Not to be confused with Unix, Unix-like, or Linux.
POSIX (pron.: /ˈpɒzɪks/ poz-iks), an acronym for "Portable Operating System Interface", is a family of standards specified by the IEEE for maintaining compatibility between operating systems...
why do you do this ? Windows is my desktop enviroment where i run my tools, but all my webdev lives on virtual machines that run Ubuntu. So much easier.. even on OSX i do it this way, and it works beautifully and my desktop OS doesnt matter at all.
"it's just all boringly functional and uneventful these days."
As it should be—they've had time to work on the issues and should be competitive by now.
OSX, meanwhile, is still Unix under the hood. I'm frankly stunned that someone coming from a straight FreeBSD background wouldn't value that highly. But your experiences with hardware, while I'm sure legitimate, do not mirror my own. I've owned two MacBook Pros (starting with the first Unibody model) for the last 6 years and both have been rock solid daily drivers, and "functional and uneventful," but also very nice to use—not really boring.
To each their own, is the moral of all these stories. If Windows is gaining stability and OSX continues to be high quality, it just gives everyone more options and lowers the barrier-to-entry of computing.
Twenty years ago you had to invest in your desktop and build it yourself, and laptops were rare. Ten years ago only nerds knew how to maintain Windows. Now you carry an always-connected computer in your pocket and a 4.9 pound supercomputer on your back. No part of this is bad.
As it should be—they've had time to work on the issues and should be competitive by now.
Yes this is it. But I wasn't getting that with OSX. In '06, it was pretty good compared to say Windows XP but since '08 it's been declining rapidly into whack-a-mole problems.
OSX is a bastardised version of UNIX under the hood which is "even worse than HP-UX when you haven't paid for the compilers" to deal with I found. Getting a reliable toolchain up that worked properly was a PITA.
Putting the GNU tools on is pretty easy with Homebrew or MacPorts, though. Getting those is first thing I do when I set up a new Mac: grab Xcode, install the command line tools, get Homebrew, brew install coreutils, findutils, and gnu-sed.
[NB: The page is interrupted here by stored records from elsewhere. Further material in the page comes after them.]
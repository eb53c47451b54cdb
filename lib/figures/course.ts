/**
 * A history as what follows from its size alone sees it: between two events of one run of its expansion lies what has a size
 * between theirs, for which no integral has to be turned round.
 */
import { type Found, isEvent, type Position, sinceNow } from '../history/event'
import { placeAt } from '../history/place'
import type { Solution } from '../solve'
import { hubbleTimeGyr } from '../units'
import { accelerates, dominantAt, type Size } from './contents'
import type { Course, Told } from './eras'

interface Spot extends Size {
  readonly position: Position
  readonly sign: 1 | -1
  /** Gyr from now, where it is known without an integral. */
  readonly time: number | null
}

/** Where the history does not reach there is a time alone. */
type Seen = Spot | { readonly arm: null; readonly time: number }

export function courseOf(
  { scenario, history }: Pick<Solution, 'scenario' | 'history'>,
  eventAt: (time: number) => Found,
): Course<Seen> {
  const at = (time: number): Seen => {
    const found = eventAt(time)
    if (!isEvent(found)) return { arm: null, time }
    const { phase, place, sign, swings } = found
    const { arm, N } = place
    return { arm, N, position: { phase, arm, swings }, sign, time }
  }
  const timeOf = (seen: Seen): number => {
    if (seen.arm === null) return seen.time
    if (seen.time !== null) return seen.time
    const { arm, N, position, sign } = seen
    const place = placeAt(arm, Math.abs(N))
    return place ? sinceNow(history, { ...position, sign, place }, 'time') * hubbleTimeGyr(scenario.h0) : Number.NaN
  }
  return { at, timeOf, between: (one, other) => midway(one, other) ?? at((timeOf(one) + timeOf(other)) / 2) }
}

export const told: Told<Seen> = {
  dominant: (seen) => (seen.arm === null ? null : dominantAt(seen)),
  accelerating: (seen) => (seen.arm !== null && accelerates(seen) ? true : null),
}

/** Null where they lie on different runs, between which the history turns. */
function midway(one: Seen, other: Seen): Spot | null {
  if (one.arm === null || one.arm !== other.arm) return null
  const { arm, N, position, sign } = one
  if (position.phase !== other.position.phase || position.swings !== other.position.swings) return null
  return { arm, N: (N + other.N) / 2, position, sign, time: null }
}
I keep hearing that. Fortunately I haven't experienced it. When I used Windows 7 and wanted to open a program, I tapped "Windows" and started typing the app name. That still works in 8.
My only complaint is a "go back" problem, where opening something like a media file from the desktop opens a Metro/Modern app, and closing the app takes you to the Start Screen rather than back to your desktop. Otherwise, I spend my time on the dual screen desktop mode, using my programs, just like I did in 7. Only now with improved dual monitor support.
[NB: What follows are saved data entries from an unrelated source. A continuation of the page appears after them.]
/** The long view: scale factor against cosmic time, with the eras of each scenario. */
import type { Solution } from '../solve'
import { extrapolates } from '../words/beyond'
import { END_NAMES, endLabel, endsInTime } from '../words/ending'
import { longViewCaption, longViewText } from './caption'
import type { Chart, Curve, Mark, Ribbon } from './chart'
import { specialTimes } from './lines'
import { NO_READINGS, type Readings, readingsOf } from './readings'
import { type Ranges, steady } from './sample'
import { linearRange, type Range } from './scale'
import { type Entry, type Wanted, type Window, windowOf } from './window'

export type Drawn = Pick<Solution, 'scenario' | 'budget' | 'code' | 'label' | 'origin' | 'end' | 'measures' | 'moments'>

const TIME = { quantity: 'time', label: 'time from now', symbol: '', unit: 'Gyr' }
const SCALE = { quantity: 'scale', label: 'scale factor', symbol: 'a', unit: '' }

/** `focus` is the scenario that is drawn strong; a `read` figure has what a cursor reads. */
export function longView(entries: readonly Entry<Drawn>[], focus = 0, wanted?: Wanted, read = true): Chart {
  const window = windowOf(entries, wanted)
  const { top, ...range } = window
  const ranges = { x: range, y: linearRange(0, top) }
  const solutions = entries.map(({ solution }) => solution)
  const curves = entries.map((entry, slot) => curveOf(entry, slot, slot === focus, ranges))
  const ribbons = entries.flatMap((entry, slot) => ribbonOf(entry, slot, window))
  const hatched = solutions.some(({ scenario }) => extrapolates(scenario))
  return {
    title: 'The long view',
    x: { ...TIME, ...range },
    y: { ...SCALE, ...ranges.y },
    curves,
    references: [],
    spots: [],
    ribbons,
    now: 0,
    future: hatched ? 'hatched' : 'tint',
    readings: read ? longReadings(entries, range) : NO_READINGS,
    caption: longViewCaption(solutions, {
      marks: new Set(curves.flatMap(({ marks }) => marks.map(({ kind }) => kind))),
      ribbons: ribbons.length > 0,
      logarithmic: range.scaling !== 'linear',
      future: window.to > 0,
    }),
    alternative: longViewText(solutions, window, ribbons),
  }
}

function longReadings(entries: readonly Entry<Drawn>[], x: Range): Readings {
  const special = entries.flatMap(({ solution }) => specialTimes(solution))
  return readingsOf(
    entries.map(({ scales }) => scales),
    x,
    [0, ...special],
  )
}

function ribbonOf({ eras, solution }: Entry<Drawn>, slot: number, window: Window): Ribbon[] {
  if (!eras) return []
  const extrapolated = extrapolates(solution.scenario)
  return [{ tone: `slot-${slot}`, dash: slot, eras: eras(window), extrapolated }]
}

function curveOf(entry: Entry<Drawn>, slot: number, strong: boolean, ranges: Ranges): Curve {
  const { solution } = entry
  const segments = entry.lines(ranges)
  const asymptote = asymptoteOf(solution, ranges)
  return {
    tone: `slot-${slot}`,
    dash: slot,
    name: solution.label,
    strong,
    segments: steady(segments, ranges),
    marks: [...startMarks(solution, segments, ranges), ...endMarks(solution, segments, ranges)],
    note: asymptote === null ? noteOf(solution, ranges) : '',
    finish: finishOf(segments, ranges),
    asymptote,
  }
}

function noteOf({ end }: Drawn, { x }: Ranges): string {
  if (end.kind === 'oscillating' || !endsInTime(end.kind)) return END_NAMES[end.kind]
  return end.time !== null && end.time <= x.to ? endLabel({ end }) : `later: ${endLabel({ end })}`
}

function asymptoteOf({ end }: Pick<Drawn, 'end'>, { x }: Ranges): Curve['asymptote'] {
  const seen = end.kind === 'rip' && end.time !== null && end.time >= x.from && end.time <= x.to
  return seen ? { at: end.time, label: endLabel({ end }) } : null
}

export function finishOf(segments: Curve['segments'], { x, y }: Ranges): Curve['finish'] {
  const at = segments.at(-1)?.at(-1)
  if (!at) return null
  if (at[1] >= y.to) return { at, edge: 'top' }
  return { at, edge: at[0] >= x.to ? 'right' : 'inside' }
}

function startMarks({ origin }: Drawn, segments: Curve['segments'], { x, y }: Ranges): Mark[] {
  const marks: Mark[] = []
  if (origin.time !== null && origin.time >= x.from && origin.time <= x.to && origin.scale <= y.to) {
    marks.push({ kind: 'ring', at: [origin.time, origin.scale] })
  }
  const [at, from] = segments[0] ?? []
  const begins = origin.kind === 'big-bang' || origin.kind === 'singular'
  if (at && from && !(begins && origin.time === at[0])) marks.push({ kind: 'arrow', at, from })
  return marks
}

function endMarks({ end }: Drawn, segments: Curve['segments'], ranges: Ranges): Mark[] {
  const { x, y } = ranges
  const [from, at] = segments.at(-1)?.slice(-2) ?? []
  const asymptote = asymptoteOf({ end }, ranges)
  const cross: Mark[] = asymptote === null ? [] : [{ kind: 'cross', at: [asymptote.at, y.to] }]
  if (!at || !from) return cross
  const inside =
    endsInTime(end.kind) && end.time !== null && end.time <= x.to && (end.scale ?? Number.POSITIVE_INFINITY) <= y.to
  return [inside ? { kind: 'cross', at } : { kind: 'arrow', at, from }, ...cross]
}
Yes I know. I've tried Windows 8 and I don't like it, but thanks to the culture of support and choice, I'm not all that bothered as Windows 7 is good and supported for another 7 years (until 2020). Something (Windows Blue?) may come along and change things by then. I'll deal with it when I get there.
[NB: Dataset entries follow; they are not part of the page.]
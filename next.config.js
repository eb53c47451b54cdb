/** @type {import('next').NextConfig} */
const config = {
  poweredByHeader: false,
  // Compression belongs to the HTTP front (scripts/serve.mjs), which can cache its result.
  compress: false,
  reactStrictMode: true,
  images: { unoptimized: true },
}

export default config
I'm on a 2007 built Lenovo T61 which I can actually see lasting until 2020 as well the way it's going.
I recently switched back from Mac to Windows. I was using Windows 7 on my work computer, and I found myself being more productive and enjoying it more than my home Mac.
Windows 7 really is quite good, and I don't much care for the directions Mac OS X is heading.
I just want to add, that once you want packages and such, for a tool chain,
you'll at least discover some problems, as there is a package anarchy out there
compared to GNU/Linux!
But http://macports.org has a solid repository of packages.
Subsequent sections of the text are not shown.